##### Entries supplied #####

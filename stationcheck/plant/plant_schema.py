"""The plant database's schema (PostgreSQL dialect), its versioned migrations and its roles.

Schema ``plant``: ``stations`` (id, line, plant, login role, forwarded and folded high-water
marks), ``events`` (every station's events as the station logged them, keyed by station id and
the station's own seq) and the derived ``units``, ``steps``, ``alarms`` and ``unit_tags``, the
same columns as a station's SQLite log plus ``station_id``, filled by the same projection
(:mod:`stationcheck.plant.fold`). ``plant.schema_version`` counts the migrations applied;
append to :data:`MIGRATIONS`, never edit a released one.

Roles (least privilege): ``stationcheck_station`` may only call ``plant.forward_events`` and
``plant.station_high_water_mark``, SECURITY DEFINER functions that accept a station's events
only from the login role registered for that station; it can read no table. Each station logs
in with its own role, a member of it. ``stationcheck_review`` may read every table and make
temporary views (the review's station and line filters); it writes nothing.
"""

from __future__ import annotations

import logging
from typing import Any

from stationcheck.errors import PlantDatabaseError

logger = logging.getLogger(__name__)

STATION_GROUP = "stationcheck_station"
REVIEW_GROUP = "stationcheck_review"
MAX_ROLE_CHARS = 63  # PostgreSQL's NAMEDATALEN - 1

_V1_TABLES = """
CREATE SCHEMA IF NOT EXISTS plant;
CREATE TABLE plant.stations (
    station_id TEXT COLLATE "C" PRIMARY KEY,
    line TEXT NOT NULL,
    plant TEXT NOT NULL,
    role_name TEXT UNIQUE,
    last_seq BIGINT NOT NULL DEFAULT 0,
    last_recorded_at_s DOUBLE PRECISION,
    last_forward_at TIMESTAMPTZ,
    folded_seq BIGINT NOT NULL DEFAULT 0
);
CREATE TABLE plant.events (
    station_id TEXT COLLATE "C" NOT NULL,  -- forward_events inserts registered stations only
    seq BIGINT NOT NULL,
    t_s DOUBLE PRECISION NOT NULL,
    kind TEXT NOT NULL,
    serial TEXT COLLATE "C",
    data TEXT NOT NULL,
    recorded_at_s DOUBLE PRECISION NOT NULL,
    received_at TIMESTAMPTZ NOT NULL DEFAULT now(),
    PRIMARY KEY (station_id, seq)
);

CREATE TABLE plant.units (
    station_id TEXT COLLATE "C" NOT NULL,
    serial TEXT COLLATE "C" NOT NULL,
    status TEXT NOT NULL,
    passes INTEGER NOT NULL,
    started_t_s DOUBLE PRECISION NOT NULL,
    started_at_s DOUBLE PRECISION NOT NULL,
    open_seq BIGINT,
    current_step TEXT,
    first_result TEXT,
    result TEXT,
    ended_by TEXT,
    released INTEGER NOT NULL,
    reworked INTEGER NOT NULL,
    first_time_through INTEGER NOT NULL,
    ended_t_s DOUBLE PRECISION,
    ended_at_s DOUBLE PRECISION,
    cycle_time_s DOUBLE PRECISION,
    rework_time_s DOUBLE PRECISION NOT NULL,
    retries INTEGER NOT NULL,
    nok_results INTEGER NOT NULL,
    alarm_count INTEGER NOT NULL,
    failed_positions TEXT NOT NULL,
    unfinished_positions TEXT NOT NULL,
    PRIMARY KEY (station_id, serial)
);
CREATE TABLE plant.steps (
    station_id TEXT COLLATE "C" NOT NULL,
    seq BIGINT NOT NULL,
    serial TEXT COLLATE "C" NOT NULL,
    pass_no INTEGER NOT NULL,
    step TEXT NOT NULL,
    kind TEXT NOT NULL,
    position TEXT COLLATE "C",
    position_number INTEGER,
    attempt INTEGER NOT NULL,
    max_attempts INTEGER,
    result TEXT NOT NULL,
    torque_nm DOUBLE PRECISION,
    torque_low_nm DOUBLE PRECISION,
    torque_high_nm DOUBLE PRECISION,
    angle_deg DOUBLE PRECISION,
    angle_low_deg DOUBLE PRECISION,
    angle_high_deg DOUBLE PRECISION,
    within_limits INTEGER,
    sequence BIGINT,
    started_t_s DOUBLE PRECISION,
    ended_t_s DOUBLE PRECISION NOT NULL,
    recorded_at_s DOUBLE PRECISION NOT NULL,
    position_result TEXT,
    evidence_path TEXT,
    detail TEXT NOT NULL,
    PRIMARY KEY (station_id, seq)
);
CREATE TABLE plant.alarms (
    station_id TEXT COLLATE "C" NOT NULL,
    seq BIGINT NOT NULL,
    serial TEXT COLLATE "C",
    t_s DOUBLE PRECISION NOT NULL,
    recorded_at_s DOUBLE PRECISION NOT NULL,
    code TEXT COLLATE "C" NOT NULL,
    severity TEXT NOT NULL,
    subject TEXT NOT NULL,
    message TEXT NOT NULL,
    cleared_t_s DOUBLE PRECISION,
    detail TEXT NOT NULL,
    PRIMARY KEY (station_id, seq)
);
CREATE TABLE plant.unit_tags (
    station_id TEXT COLLATE "C" NOT NULL,
    tag TEXT COLLATE "C" NOT NULL,
    serial TEXT COLLATE "C" NOT NULL,
    started_t_s DOUBLE PRECISION NOT NULL,
    started_at_s DOUBLE PRECISION NOT NULL,
    PRIMARY KEY (station_id, tag, serial)
);
"""

# The review's queries (stationcheck.store.queries, stationcheck.quality) across stations, and
# the same with a station filter in front.
_V1_INDEXES = """
CREATE INDEX units_by_serial ON plant.units(serial);
CREATE INDEX units_by_start_at ON plant.units(started_at_s, serial);
CREATE INDEX units_station_start_at ON plant.units(station_id, started_at_s, serial);
CREATE INDEX units_by_status ON plant.units(status, started_at_s);
CREATE INDEX units_figures ON plant.units(
    started_at_s, status, first_time_through, reworked, cycle_time_s);
CREATE INDEX units_station_figures ON plant.units(
    station_id, started_at_s, status, first_time_through, reworked, cycle_time_s);
CREATE INDEX steps_of_unit ON plant.steps(serial, seq);
CREATE INDEX steps_open ON plant.steps(station_id, serial, pass_no, step, position);
CREATE INDEX steps_nok_at ON plant.steps(recorded_at_s, position)
    WHERE kind = 'fasten' AND result = 'NotOK';
CREATE INDEX steps_retry_at ON plant.steps(recorded_at_s, position)
    WHERE kind = 'fasten' AND attempt > 1;
CREATE INDEX steps_final_at ON plant.steps(position, recorded_at_s)
    WHERE kind = 'fasten' AND position_result IS NOT NULL;
CREATE INDEX steps_station_final_at ON plant.steps(station_id, position, recorded_at_s)
    WHERE kind = 'fasten' AND position_result IS NOT NULL;
CREATE INDEX alarms_of_unit ON plant.alarms(serial, seq) WHERE serial IS NOT NULL;
CREATE INDEX alarms_code_at ON plant.alarms(recorded_at_s, code);
CREATE INDEX alarms_by_code ON plant.alarms(code);
CREATE INDEX alarms_uncleared ON plant.alarms(station_id, code, subject) WHERE cleared_t_s IS NULL;
CREATE INDEX unit_tags_by_start_at ON plant.unit_tags(tag, started_at_s, serial);
"""

# The only way a station's role writes: its own events, after its high-water mark.
_V1_FUNCTIONS = """
CREATE FUNCTION plant.station_high_water_mark(p_station TEXT) RETURNS BIGINT
LANGUAGE plpgsql SECURITY DEFINER SET search_path = pg_catalog, plant AS $$
DECLARE mark BIGINT;
BEGIN
    SELECT last_seq INTO mark FROM plant.stations
        WHERE station_id = p_station AND role_name = session_user;
    IF NOT FOUND THEN
        RAISE EXCEPTION 'role % is not registered for station %', session_user, p_station
            USING ERRCODE = '42501';
    END IF;
    RETURN mark;
END $$;

CREATE FUNCTION plant.forward_events(
    p_station TEXT, p_seq BIGINT[], p_t_s DOUBLE PRECISION[], p_kind TEXT[], p_serial TEXT[],
    p_data TEXT[], p_recorded_at_s DOUBLE PRECISION[]) RETURNS BIGINT
LANGUAGE plpgsql SECURITY DEFINER SET search_path = pg_catalog, plant AS $$
DECLARE mark BIGINT;
BEGIN
    SELECT last_seq INTO mark FROM plant.stations
        WHERE station_id = p_station AND role_name = session_user FOR UPDATE;
    IF NOT FOUND THEN
        RAISE EXCEPTION 'role % may not forward events of station %', session_user, p_station
            USING ERRCODE = '42501';
    END IF;
    INSERT INTO plant.events (station_id, seq, t_s, kind, serial, data, recorded_at_s)
        SELECT p_station, e.seq, e.t_s, e.kind, e.serial, e.data, e.recorded_at_s
        FROM unnest(p_seq, p_t_s, p_kind, p_serial, p_data, p_recorded_at_s)
            AS e(seq, t_s, kind, serial, data, recorded_at_s)
        WHERE e.seq > mark ORDER BY e.seq
        ON CONFLICT (station_id, seq) DO NOTHING;
    UPDATE plant.stations SET
        last_seq = GREATEST(last_seq, (SELECT max(s) FROM unnest(p_seq) s)),
        last_recorded_at_s = CASE WHEN (SELECT max(s) FROM unnest(p_seq) s) > mark
            THEN p_recorded_at_s[array_length(p_recorded_at_s, 1)] ELSE last_recorded_at_s END,
        last_forward_at = now()
        WHERE station_id = p_station RETURNING last_seq INTO mark;
    RETURN mark;
END $$;
REVOKE ALL ON FUNCTION plant.station_high_water_mark(TEXT) FROM PUBLIC;
REVOKE ALL ON FUNCTION plant.forward_events(TEXT, BIGINT[], DOUBLE PRECISION[], TEXT[], TEXT[],
    TEXT[], DOUBLE PRECISION[]) FROM PUBLIC;
"""

MIGRATIONS: tuple[str, ...] = (
    _V1_TABLES + _V1_INDEXES + _V1_FUNCTIONS,  # v1: stations, events, derived tables, functions
)
SCHEMA_VERSION = len(MIGRATIONS)

_GRANTS = f"""
GRANT USAGE ON SCHEMA plant TO {STATION_GROUP}, {REVIEW_GROUP};
GRANT EXECUTE ON FUNCTION plant.station_high_water_mark(TEXT) TO {STATION_GROUP};
GRANT EXECUTE ON FUNCTION plant.forward_events(TEXT, BIGINT[], DOUBLE PRECISION[], TEXT[],
    TEXT[], TEXT[], DOUBLE PRECISION[]) TO {STATION_GROUP};
GRANT SELECT ON ALL TABLES IN SCHEMA plant TO {REVIEW_GROUP};
"""


def schema_version(conn: Any) -> int:
    """Migrations applied (0 on a database without the plant schema)."""
    row = conn.execute("SELECT to_regclass('plant.schema_version') IS NOT NULL").fetchone()
    if not row[0]:
        return 0
    return int(conn.execute("SELECT version FROM plant.schema_version").fetchone()[0])


def _ensure_group(conn: Any, role: str) -> None:
    from psycopg import sql

    exists = conn.execute("SELECT 1 FROM pg_roles WHERE rolname = %s", (role,)).fetchone()
    if exists is None:
        conn.execute(sql.SQL("CREATE ROLE {} NOLOGIN").format(sql.Identifier(role)))


def migrate(conn: Any) -> int:
    """Create or update the plant schema, its functions and the two group roles, in one
    transaction (a failure leaves the previous version). Returns the version reached."""
    from psycopg import sql

    with conn.transaction():
        conn.execute("SELECT pg_advisory_xact_lock(hashtext('stationcheck plant schema'))")
        start = schema_version(conn)
        if start > SCHEMA_VERSION:
            raise PlantDatabaseError(
                f"the plant database has schema version {start}, newer than this stationcheck "
                f"knows ({SCHEMA_VERSION}); use a newer stationcheck"
            )
        for version in range(start, SCHEMA_VERSION):
            conn.execute(MIGRATIONS[version])
            logger.info("plant schema: applied migration %d", version + 1)
        if start == 0:
            conn.execute("CREATE TABLE plant.schema_version (version INTEGER NOT NULL)")
            conn.execute("INSERT INTO plant.schema_version VALUES (0)")
        conn.execute("UPDATE plant.schema_version SET version = %s", (SCHEMA_VERSION,))
        for group in (STATION_GROUP, REVIEW_GROUP):
            _ensure_group(conn, group)
        conn.execute(_GRANTS)
        database = conn.execute("SELECT current_database()").fetchone()[0]
        conn.execute(
            sql.SQL("GRANT CONNECT ON DATABASE {} TO {}, {}").format(
                sql.Identifier(database),
                sql.Identifier(STATION_GROUP),
                sql.Identifier(REVIEW_GROUP),
            )
        )
        conn.execute(
            sql.SQL("GRANT TEMPORARY ON DATABASE {} TO {}").format(
                sql.Identifier(database), sql.Identifier(REVIEW_GROUP)
            )
        )
    return SCHEMA_VERSION


def require_current(conn: Any) -> None:
    version = schema_version(conn)
    if version != SCHEMA_VERSION:
        raise PlantDatabaseError(
            f"the plant database has schema version {version}, this stationcheck needs "
            f"{SCHEMA_VERSION}; run 'stationcheck plant setup' with the database owner's URL"
        )


def default_role(station_id: str) -> str:
    return f"station_{station_id}".lower()


def add_station(
    conn: Any,
    station_id: str,
    line: str,
    plant: str,
    role: str | None = None,
    role_password: str | None = None,
) -> str:
    """Register a station and its own login role (made if missing); returns the role name."""
    from psycopg import sql

    role = role or default_role(station_id)
    if len(role) > MAX_ROLE_CHARS:
        raise PlantDatabaseError(
            f"role name {role!r} is longer than {MAX_ROLE_CHARS} characters;"
            " choose a shorter one with --role"
        )
    with conn.transaction():
        require_current(conn)
        if conn.execute("SELECT 1 FROM pg_roles WHERE rolname = %s", (role,)).fetchone() is None:
            conn.execute(sql.SQL("CREATE ROLE {} LOGIN").format(sql.Identifier(role)))
        conn.execute(
            sql.SQL("GRANT {} TO {}").format(sql.Identifier(STATION_GROUP), sql.Identifier(role))
        )
        if role_password is not None:
            conn.execute(
                sql.SQL("ALTER ROLE {} PASSWORD {}").format(
                    sql.Identifier(role), sql.Literal(role_password)
                )
            )
        conn.execute(
            "INSERT INTO plant.stations (station_id, line, plant, role_name) "
            "VALUES (%s, %s, %s, %s) ON CONFLICT (station_id) DO UPDATE SET line = "
            "excluded.line, plant = excluded.plant, role_name = excluded.role_name",
            (station_id, line, plant, role),
        )
    return role


def add_reviewer(conn: Any, role: str, role_password: str | None = None) -> str:
    """A login role that reads the plant database (the review)."""
    from psycopg import sql

    with conn.transaction():
        require_current(conn)
        if conn.execute("SELECT 1 FROM pg_roles WHERE rolname = %s", (role,)).fetchone() is None:
            conn.execute(sql.SQL("CREATE ROLE {} LOGIN").format(sql.Identifier(role)))
        conn.execute(
            sql.SQL("GRANT {} TO {}").format(sql.Identifier(REVIEW_GROUP), sql.Identifier(role))
        )
        if role_password is not None:
            conn.execute(
                sql.SQL("ALTER ROLE {} PASSWORD {}").format(
                    sql.Identifier(role), sql.Literal(role_password)
                )
            )
    return role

#####

» **Activity**
The required output is the entries from their opening line through the line holding "and folded high-water", repeated exactly, with both end lines kept.

» **Task solution**
filename stationcheck/plant/plant_schema.py
"""The plant database's schema (PostgreSQL dialect), its versioned migrations and its roles.

Schema ``plant``: ``stations`` (id, line, plant, login role, forwarded and folded high-water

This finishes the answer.